== WORK REQUIRED ==
Which lines of the data hold the word "includes"? Copy all of them.

== RECORDS TO PROCESS ==
══════

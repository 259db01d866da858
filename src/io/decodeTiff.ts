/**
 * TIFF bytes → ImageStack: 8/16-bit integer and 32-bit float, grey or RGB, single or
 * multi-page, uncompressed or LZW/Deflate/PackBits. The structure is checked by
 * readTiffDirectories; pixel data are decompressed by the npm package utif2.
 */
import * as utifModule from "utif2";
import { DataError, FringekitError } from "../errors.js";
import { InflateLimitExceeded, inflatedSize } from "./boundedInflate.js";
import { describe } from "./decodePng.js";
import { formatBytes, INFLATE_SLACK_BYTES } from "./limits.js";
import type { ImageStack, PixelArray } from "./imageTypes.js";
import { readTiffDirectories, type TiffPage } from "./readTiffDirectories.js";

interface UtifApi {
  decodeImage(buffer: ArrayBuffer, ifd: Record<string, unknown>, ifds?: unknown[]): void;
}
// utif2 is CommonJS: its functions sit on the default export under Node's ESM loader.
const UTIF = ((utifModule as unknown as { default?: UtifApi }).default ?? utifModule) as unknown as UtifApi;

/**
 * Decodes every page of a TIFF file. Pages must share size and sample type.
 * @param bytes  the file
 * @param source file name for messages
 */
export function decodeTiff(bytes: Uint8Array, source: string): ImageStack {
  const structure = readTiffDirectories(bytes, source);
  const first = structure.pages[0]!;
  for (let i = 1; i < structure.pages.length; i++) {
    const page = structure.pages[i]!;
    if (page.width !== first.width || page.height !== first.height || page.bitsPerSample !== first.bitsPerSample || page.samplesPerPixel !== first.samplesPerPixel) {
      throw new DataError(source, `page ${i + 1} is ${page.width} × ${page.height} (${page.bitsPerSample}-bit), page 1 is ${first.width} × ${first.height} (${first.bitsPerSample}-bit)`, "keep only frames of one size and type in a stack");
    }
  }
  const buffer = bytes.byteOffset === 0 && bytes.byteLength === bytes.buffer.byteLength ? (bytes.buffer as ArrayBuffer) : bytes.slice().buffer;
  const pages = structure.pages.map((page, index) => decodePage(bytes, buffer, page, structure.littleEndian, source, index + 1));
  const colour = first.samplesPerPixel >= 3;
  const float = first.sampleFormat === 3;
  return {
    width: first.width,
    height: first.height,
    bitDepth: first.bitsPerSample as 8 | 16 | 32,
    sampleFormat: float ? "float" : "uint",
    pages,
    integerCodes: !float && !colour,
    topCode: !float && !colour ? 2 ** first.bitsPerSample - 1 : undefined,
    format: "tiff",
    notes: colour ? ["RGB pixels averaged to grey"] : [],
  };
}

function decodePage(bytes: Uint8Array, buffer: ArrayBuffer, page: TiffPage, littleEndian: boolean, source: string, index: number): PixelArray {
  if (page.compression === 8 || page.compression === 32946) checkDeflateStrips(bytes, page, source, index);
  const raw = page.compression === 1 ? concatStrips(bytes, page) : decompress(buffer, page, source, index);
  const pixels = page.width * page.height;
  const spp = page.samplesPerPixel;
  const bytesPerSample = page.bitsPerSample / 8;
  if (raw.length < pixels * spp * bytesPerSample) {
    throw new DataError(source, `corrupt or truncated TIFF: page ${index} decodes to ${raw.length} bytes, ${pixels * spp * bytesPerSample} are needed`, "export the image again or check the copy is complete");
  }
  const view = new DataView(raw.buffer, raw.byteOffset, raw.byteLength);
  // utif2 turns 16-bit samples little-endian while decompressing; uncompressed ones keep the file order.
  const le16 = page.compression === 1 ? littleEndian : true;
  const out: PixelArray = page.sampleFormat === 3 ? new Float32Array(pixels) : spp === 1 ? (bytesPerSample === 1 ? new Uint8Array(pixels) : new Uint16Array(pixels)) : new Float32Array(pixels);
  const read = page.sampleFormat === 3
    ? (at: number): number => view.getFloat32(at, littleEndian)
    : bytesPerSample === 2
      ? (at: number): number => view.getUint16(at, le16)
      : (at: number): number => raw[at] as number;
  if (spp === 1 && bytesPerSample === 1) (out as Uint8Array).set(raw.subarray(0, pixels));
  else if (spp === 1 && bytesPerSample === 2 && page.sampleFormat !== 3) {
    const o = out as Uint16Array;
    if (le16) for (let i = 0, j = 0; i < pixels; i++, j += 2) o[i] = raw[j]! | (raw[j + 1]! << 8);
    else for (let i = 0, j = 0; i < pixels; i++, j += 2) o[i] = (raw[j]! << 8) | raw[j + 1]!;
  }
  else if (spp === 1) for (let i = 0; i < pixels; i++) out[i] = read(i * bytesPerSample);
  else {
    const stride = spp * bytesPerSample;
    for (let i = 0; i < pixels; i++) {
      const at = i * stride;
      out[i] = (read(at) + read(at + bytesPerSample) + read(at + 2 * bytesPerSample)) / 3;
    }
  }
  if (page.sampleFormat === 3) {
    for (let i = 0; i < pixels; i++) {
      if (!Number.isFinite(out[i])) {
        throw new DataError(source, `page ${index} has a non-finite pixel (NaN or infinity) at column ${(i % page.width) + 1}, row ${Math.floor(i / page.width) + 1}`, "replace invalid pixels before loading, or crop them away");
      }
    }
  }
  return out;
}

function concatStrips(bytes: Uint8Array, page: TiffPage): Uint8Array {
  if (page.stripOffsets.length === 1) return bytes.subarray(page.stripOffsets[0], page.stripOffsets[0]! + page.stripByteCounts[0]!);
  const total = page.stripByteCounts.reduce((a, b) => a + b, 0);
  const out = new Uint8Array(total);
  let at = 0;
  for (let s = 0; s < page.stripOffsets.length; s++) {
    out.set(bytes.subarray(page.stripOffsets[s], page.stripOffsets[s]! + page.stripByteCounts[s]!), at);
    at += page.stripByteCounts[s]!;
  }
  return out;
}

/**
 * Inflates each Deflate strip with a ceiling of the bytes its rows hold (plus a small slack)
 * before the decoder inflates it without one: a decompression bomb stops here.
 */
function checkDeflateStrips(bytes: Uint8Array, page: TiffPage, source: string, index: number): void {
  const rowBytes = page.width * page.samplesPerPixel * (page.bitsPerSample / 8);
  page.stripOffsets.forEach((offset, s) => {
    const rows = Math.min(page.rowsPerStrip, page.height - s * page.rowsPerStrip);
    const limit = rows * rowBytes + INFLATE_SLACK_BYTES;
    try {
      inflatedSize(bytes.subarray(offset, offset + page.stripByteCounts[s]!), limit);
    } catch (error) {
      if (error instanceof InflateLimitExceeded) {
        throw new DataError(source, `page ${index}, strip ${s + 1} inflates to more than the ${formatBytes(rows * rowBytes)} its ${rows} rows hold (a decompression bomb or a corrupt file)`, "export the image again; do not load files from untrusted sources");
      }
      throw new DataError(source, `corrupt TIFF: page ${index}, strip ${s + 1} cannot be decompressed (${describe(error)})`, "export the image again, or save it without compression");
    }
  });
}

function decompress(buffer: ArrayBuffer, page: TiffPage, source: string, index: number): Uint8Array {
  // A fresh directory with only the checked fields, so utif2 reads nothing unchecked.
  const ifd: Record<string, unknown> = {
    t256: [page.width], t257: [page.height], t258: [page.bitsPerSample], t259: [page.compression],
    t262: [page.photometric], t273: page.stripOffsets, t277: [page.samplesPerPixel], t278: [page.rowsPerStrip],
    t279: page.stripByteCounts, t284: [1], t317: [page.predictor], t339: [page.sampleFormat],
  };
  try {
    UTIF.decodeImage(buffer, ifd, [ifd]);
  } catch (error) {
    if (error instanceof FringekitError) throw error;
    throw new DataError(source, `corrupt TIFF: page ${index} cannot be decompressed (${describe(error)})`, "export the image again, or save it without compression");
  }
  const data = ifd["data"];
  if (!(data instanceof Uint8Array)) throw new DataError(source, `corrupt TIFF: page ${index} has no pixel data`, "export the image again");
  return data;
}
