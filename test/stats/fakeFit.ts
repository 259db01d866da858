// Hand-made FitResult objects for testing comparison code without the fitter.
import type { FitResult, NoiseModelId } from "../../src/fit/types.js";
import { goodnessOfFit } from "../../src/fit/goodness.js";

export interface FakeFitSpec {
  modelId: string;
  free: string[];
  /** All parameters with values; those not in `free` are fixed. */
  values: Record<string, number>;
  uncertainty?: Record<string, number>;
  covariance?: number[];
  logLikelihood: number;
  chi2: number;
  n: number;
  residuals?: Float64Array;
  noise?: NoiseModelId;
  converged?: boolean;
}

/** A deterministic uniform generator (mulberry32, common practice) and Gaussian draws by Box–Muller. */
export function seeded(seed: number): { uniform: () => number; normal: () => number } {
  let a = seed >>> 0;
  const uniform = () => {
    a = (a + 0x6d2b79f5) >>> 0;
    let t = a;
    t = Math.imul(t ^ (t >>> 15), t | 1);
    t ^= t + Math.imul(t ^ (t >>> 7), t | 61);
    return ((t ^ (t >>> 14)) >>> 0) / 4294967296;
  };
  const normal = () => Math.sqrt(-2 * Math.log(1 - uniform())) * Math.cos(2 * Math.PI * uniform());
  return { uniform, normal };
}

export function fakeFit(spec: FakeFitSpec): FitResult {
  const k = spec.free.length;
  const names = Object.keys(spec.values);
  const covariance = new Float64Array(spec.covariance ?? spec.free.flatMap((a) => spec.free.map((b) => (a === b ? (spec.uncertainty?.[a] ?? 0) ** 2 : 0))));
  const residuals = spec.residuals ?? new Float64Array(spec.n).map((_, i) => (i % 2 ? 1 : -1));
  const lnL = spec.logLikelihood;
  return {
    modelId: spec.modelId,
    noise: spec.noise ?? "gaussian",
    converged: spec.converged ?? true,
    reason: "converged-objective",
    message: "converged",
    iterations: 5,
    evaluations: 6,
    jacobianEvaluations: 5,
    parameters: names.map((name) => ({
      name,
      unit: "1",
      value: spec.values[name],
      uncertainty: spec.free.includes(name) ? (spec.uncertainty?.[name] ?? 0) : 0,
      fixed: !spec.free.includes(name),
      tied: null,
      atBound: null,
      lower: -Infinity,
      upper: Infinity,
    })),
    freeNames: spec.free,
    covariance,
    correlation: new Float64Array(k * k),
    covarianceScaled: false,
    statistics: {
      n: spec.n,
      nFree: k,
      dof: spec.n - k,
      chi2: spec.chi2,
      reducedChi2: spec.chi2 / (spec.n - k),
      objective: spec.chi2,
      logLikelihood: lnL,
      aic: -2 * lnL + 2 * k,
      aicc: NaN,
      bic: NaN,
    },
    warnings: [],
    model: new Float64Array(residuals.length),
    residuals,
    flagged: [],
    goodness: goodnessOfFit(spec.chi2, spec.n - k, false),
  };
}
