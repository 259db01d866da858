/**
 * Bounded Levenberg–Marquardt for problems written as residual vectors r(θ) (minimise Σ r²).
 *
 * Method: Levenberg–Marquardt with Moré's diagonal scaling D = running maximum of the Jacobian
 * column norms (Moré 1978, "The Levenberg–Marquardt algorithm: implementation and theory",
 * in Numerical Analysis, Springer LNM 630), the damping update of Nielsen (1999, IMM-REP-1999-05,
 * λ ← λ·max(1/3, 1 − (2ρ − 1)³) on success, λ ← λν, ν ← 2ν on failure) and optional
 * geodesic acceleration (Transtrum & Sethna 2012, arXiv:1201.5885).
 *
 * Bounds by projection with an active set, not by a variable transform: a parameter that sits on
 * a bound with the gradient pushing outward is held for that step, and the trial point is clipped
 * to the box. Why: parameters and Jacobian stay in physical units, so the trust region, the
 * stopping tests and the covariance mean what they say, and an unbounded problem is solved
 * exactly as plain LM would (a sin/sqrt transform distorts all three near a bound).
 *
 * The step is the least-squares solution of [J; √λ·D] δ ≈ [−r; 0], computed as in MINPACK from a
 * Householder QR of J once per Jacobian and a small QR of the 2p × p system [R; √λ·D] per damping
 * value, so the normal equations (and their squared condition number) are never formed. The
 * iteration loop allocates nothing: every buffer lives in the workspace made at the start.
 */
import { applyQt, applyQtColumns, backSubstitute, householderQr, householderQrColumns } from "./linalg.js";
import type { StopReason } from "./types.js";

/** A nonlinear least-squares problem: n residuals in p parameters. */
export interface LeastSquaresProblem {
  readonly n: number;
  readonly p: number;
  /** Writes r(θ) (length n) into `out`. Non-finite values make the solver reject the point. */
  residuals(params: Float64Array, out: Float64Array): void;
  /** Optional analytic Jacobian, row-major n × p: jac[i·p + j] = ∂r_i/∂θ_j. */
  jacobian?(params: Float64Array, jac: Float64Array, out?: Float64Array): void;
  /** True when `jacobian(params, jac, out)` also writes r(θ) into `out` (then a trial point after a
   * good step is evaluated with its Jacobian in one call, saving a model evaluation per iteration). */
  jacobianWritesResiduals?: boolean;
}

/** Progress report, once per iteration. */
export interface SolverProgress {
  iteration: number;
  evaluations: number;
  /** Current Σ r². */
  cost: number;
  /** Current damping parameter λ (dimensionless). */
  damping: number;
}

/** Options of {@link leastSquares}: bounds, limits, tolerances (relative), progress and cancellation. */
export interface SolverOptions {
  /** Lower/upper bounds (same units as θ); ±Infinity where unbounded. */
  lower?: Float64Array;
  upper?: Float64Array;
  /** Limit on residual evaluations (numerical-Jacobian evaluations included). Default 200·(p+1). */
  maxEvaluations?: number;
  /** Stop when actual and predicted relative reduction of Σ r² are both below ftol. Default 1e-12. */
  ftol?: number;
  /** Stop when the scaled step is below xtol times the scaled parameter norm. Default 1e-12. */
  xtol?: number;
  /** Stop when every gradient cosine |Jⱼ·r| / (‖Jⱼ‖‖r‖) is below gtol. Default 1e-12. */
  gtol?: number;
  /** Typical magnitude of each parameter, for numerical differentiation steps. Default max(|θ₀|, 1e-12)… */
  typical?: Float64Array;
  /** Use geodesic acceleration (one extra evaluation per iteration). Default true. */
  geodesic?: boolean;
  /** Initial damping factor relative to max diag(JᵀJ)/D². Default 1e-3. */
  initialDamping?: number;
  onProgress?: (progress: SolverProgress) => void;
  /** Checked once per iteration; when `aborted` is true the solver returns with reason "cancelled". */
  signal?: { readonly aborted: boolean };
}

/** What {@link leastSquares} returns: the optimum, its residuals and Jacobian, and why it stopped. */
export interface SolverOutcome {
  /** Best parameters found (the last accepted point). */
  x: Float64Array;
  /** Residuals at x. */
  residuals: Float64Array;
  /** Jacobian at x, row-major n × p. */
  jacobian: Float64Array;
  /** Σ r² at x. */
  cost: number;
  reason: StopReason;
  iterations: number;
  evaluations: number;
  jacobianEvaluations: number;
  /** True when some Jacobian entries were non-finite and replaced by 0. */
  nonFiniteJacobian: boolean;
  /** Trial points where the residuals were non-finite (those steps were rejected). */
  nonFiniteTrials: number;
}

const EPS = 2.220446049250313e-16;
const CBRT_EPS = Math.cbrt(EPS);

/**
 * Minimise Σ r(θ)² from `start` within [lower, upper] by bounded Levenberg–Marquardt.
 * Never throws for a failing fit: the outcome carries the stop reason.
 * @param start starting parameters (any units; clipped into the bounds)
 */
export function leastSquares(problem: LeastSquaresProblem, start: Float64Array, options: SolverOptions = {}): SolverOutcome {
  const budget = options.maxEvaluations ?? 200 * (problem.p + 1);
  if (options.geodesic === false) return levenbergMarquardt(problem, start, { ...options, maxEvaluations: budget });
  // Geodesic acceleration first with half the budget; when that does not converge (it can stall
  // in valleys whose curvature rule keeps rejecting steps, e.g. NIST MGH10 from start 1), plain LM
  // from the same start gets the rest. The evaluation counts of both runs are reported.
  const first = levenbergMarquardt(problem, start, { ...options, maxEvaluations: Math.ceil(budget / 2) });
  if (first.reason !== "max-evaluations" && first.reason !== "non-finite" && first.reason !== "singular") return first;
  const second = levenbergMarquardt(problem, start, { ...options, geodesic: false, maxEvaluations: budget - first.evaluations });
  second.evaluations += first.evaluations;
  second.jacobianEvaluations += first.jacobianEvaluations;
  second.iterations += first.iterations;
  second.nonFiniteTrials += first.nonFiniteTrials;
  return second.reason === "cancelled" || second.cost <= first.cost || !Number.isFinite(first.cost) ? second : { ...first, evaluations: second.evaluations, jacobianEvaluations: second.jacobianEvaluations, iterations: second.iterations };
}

══════

== SOLUTION TO THIS TASK ==
      uncertainty: spec.free.includes(name) ? (spec.uncertainty?.[name] ?? 0) : 0,
      fixed: !spec.free.includes(name),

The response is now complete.